Даниэль все таращился на девушку, пытаясь постичь природу ее красоты, отнюдь не очевидную. На вид певица была просто смазливой куколкой, однако за миловидностью проглядывал совершенно иной тип лица, с крупными крестьянскими чертами, проступающими лишь под определенным углом. Можно было даже догадаться, как выглядят ее старшие родственники и как когда-нибудь будет выглядеть она сама. Было нечто притягательное в этой ее внутренней основательности под хорошенькой внешностью, причем привлекательности особенность эта нисколько не умаляла.
Но главную красоту певице придавали глаза, как внезапно осознал Даниэль. Они мерцали словно звезды, и когда девушка водила ими из стороны в сторону, не поворачивая головы, сияние как будто отделялось от них и нисходило на публику.
Певческий голос ее был совершенно непримечательным, а представление как таковое и вовсе смехотворным. Утрированным, абсурдным.
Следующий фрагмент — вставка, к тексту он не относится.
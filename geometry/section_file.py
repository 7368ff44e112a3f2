"""A user's own (r, z) section read from a file into the same :class:`Section` plain data the
parametric builders make, so that meshing and every later stage work on it unchanged.

* DXF (:mod:`geometry.dxf_section`, with ezdxf): closed outlines, one per region, on the layers
  the spec maps to regions; LINE/ARC loops are chained; arcs become chords within the chord
  tolerance.
* STEP, IGES, BREP (:mod:`geometry.cad_section`, through gmsh's OpenCASCADE kernel): planar faces
  in the (r, z) plane, one per region, their boundary curves sampled to the chord tolerance.

Then :func:`geometry.section_assembly.assemble` checks the outlines (closed, simple, not across the
axis, a clutch's size), makes the regions of one body meet point for point, finds the named faces
(:mod:`geometry.section_faces`) and builds each friction face's :class:`FrictionInterface`; the
two sides must coincide at zero load within the tolerance in this version.  Every problem is one
line of a :class:`GeometryError` saying what was found where.

The demo files and their specs: ``examples/make_demo_sections.py`` (it draws them) and
``tests/test_section_file.py`` (it reads them); docs/section-files.md lists every spec field.
"""
from __future__ import annotations

from .section import GeometryError, Section
from .section_assembly import assemble
from .section_spec import (UNITS, Axis, BodySpec, FaceSpec, FrictionSpec, RegionSpec, Select, SectionFileSpec,
                           spec_problems)


def read_drawing(spec: SectionFileSpec):
    """The file's outlines and curves as read (a :class:`geometry._outline.Drawing`), before assembly."""
    problems = spec_problems(spec)
    if problems:
        raise GeometryError(problems)
    if spec.file_kind == "dxf":
        from .dxf_section import read_dxf      # ezdxf only for DXF files
        return read_dxf(spec)
    from .cad_section import read_cad          # gmsh's OpenCASCADE only for STEP/IGES/BREP
    return read_cad(spec)


def read_section(spec: SectionFileSpec, axial_force: float, ring_radius: float | None = None) -> Section:
    """The section the file draws, as :class:`Section` plain data.

    Parameters
    ----------
    spec : SectionFileSpec
        The file, its units and axis, the regions, bodies and named faces.
    axial_force : float
        W in N on the load face (along −z), as the case's ``load.axial_force``.
    ring_radius : float, optional
        The ring-load radius in mm (a corner is put on the load face there); None: uniform load.

    Raises
    ------
    GeometryError
        One message per problem (the file, its outlines, the named faces, the friction faces).
    """
    drawing = read_drawing(spec)
    return assemble(spec, drawing, axial_force, ring_radius)


__all__ = ["UNITS", "Axis", "BodySpec", "FaceSpec", "FrictionSpec", "RegionSpec", "Select", "SectionFileSpec",
           "read_drawing", "read_section", "spec_problems"]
Сияющие глаза двигались направо и налево, словно у куклы. И вычурная жестикуляция: скрещенные на груди руки, задранный подбородок, руки на боках. Рот как красная резинка для волос.
А уж этот краснощекий пухлячок с аккордеоном в идиотской шляпе мог быть разве что приколом. Эдакой пародией на избитые клише альпийской культуры.
Как ни парадоксально, но, при всей чрезмерной экспрессивности и детской незамысловатости представления, оно для Даниэля оставалось совершенно непонятным. Подобного необычного диалекта он в жизни не слыхивал. Ему только и удалось уловить, что в песенке речь идет о коровах. О коровах и любви. Бредовое и безвкусное шоу — но при этом, как, к собственному удивлению, вынужден был признать Даниэль, поразительно очаровательное. Он так и сидел, словно завороженный, не в силах оторвать глаз от певицы.
Песня закончилась, и девушка реверансом приняла жиденькие аплодисменты, кокетливо оттянув юбку. Недовольный неучтивостью зрителей, Даниэль захлопал громче остальных. Певица глянула в их сторону и подмигнула ему. Или же Максу?
— Так, воспользуемся возможностью, пока они не затянули снова, — объявил Макс и поднялся.
Он живо двинулся к выходу, и Даниэль последовал за ним, пятясь спиной, по-прежнему хлопая и не сводя глаз с девушки.
Братья уже стояли в дверях, когда аккордеонист выдал протяжную ноту и запел дуэтом с девушкой. Макс, однако, неумолимо вытащил Даниэля в сад, где ряды красных и зеленых фонариков в листве убегали дальше в переулок.